## About this task
Return the line that contains "return float(values[0] if" plus every line after it to the end of the entries below, exactly as given, and stop there.
** Exercise inputs follows **
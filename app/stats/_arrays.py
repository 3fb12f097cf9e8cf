"""Input checks shared by the statistics: score vectors in, clear errors out."""

from __future__ import annotations

import numpy as np


def score_vector(values, *, name: str) -> np.ndarray:
    """Return ``values`` as a 1-D float array, refusing anything but finite numbers and NaN."""
    try:
        array = np.asarray(values, dtype=float)
    except (TypeError, ValueError) as exc:
        raise ValueError(
            f"{name} must be a sequence of numbers (one score per outer fold, NaN for a failed fit); "
            f"got {type(values).__name__} {_preview(values)}"
        ) from exc
    if array.ndim != 1:
        raise ValueError(
            f"{name} must be one-dimensional (one score per outer fold); got an array of shape {array.shape}"
        )
    infinite = np.flatnonzero(np.isinf(array))
    if infinite.size:
        raise ValueError(
            f"{name} holds non-finite values {array[infinite[:3]].tolist()} at positions "
            f"{infinite[:5].tolist()}; scores must be finite numbers, or NaN for a failed fit"
        )
    return array


def paired_scores(a, b, *, names: tuple[str, str] = ("a", "b")) -> tuple[np.ndarray, np.ndarray, np.ndarray]:
    """Check two paired score vectors and drop the pairs where either score is NaN.

    Returns the kept scores of ``a`` and ``b`` and the boolean mask of kept positions.
    """
    first, second = score_vector(a, name=names[0]), score_vector(b, name=names[1])
    if first.shape != second.shape:
        raise ValueError(
            f"{names[0]} and {names[1]} must hold one score per paired outer fold, so the same length; "
            f"got {first.size} and {second.size}"
        )
    keep = ~(np.isnan(first) | np.isnan(second))
    return first[keep], second[keep], keep


def require_pairs(n_kept: int, n_dropped: int, *, minimum: int, what: str,
                  unit: str = "paired outer folds") -> None:
    """Refuse fewer than ``minimum`` complete pairs, saying how many there were and why."""
    if n_kept < minimum:
        dropped = f" ({n_dropped} dropped because a score was NaN)" if n_dropped else ""
        raise ValueError(f"{what} needs at least {minimum} {unit}, got {n_kept}{dropped}")


def is_constant(values: np.ndarray) -> bool:
    """True when every entry equals the first (exact comparison, no tolerance)."""
    return bool(np.all(values == values[0]))


def mean_fold_size(size, name: str, keep: np.ndarray, *, unit: str = "outer fold") -> float:
    """The mean of the kept folds' sizes: ``size`` is one number (taken as the mean) or one per fold.

    ``keep`` is the boolean mask of the folds used; refuses sizes that are not finite and positive.
    """
    try:
        values = np.atleast_1d(np.asarray(size, dtype=float))
    except (TypeError, ValueError) as exc:
        raise ValueError(f"{name} must be a fold size or one size per {unit}; got {size!r}") from exc
    if values.ndim != 1 or values.size not in (1, keep.size):
        raise ValueError(f"{name} must be one number (the mean fold size) or one size per {unit} "
                         f"({keep.size}); got an array of shape {values.shape}")
    if not (np.all(np.isfinite(values)) and np.all(values > 0)):
        raise ValueError(f"{name} must hold finite, positive fold sizes; got {values[:5].tolist()}")
    if values.size != 1 and not keep.any():  # no fold used (every fold failed): no mean size either
        return float("nan")
    return float(values[0] if values.size == 1 else np.mean(values[keep]))


def _preview(values) -> str:
    text = repr(values)
    return text if len(text) <= 60 else text[:57] + "..."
** End of Exercise inputs **
## Task answer
    return float(values[0] if values.size == 1 else np.mean(values[keep]))


def _preview(values) -> str:
    text = repr(values)
    return text if len(text) <= 60 else text[:57] + "..."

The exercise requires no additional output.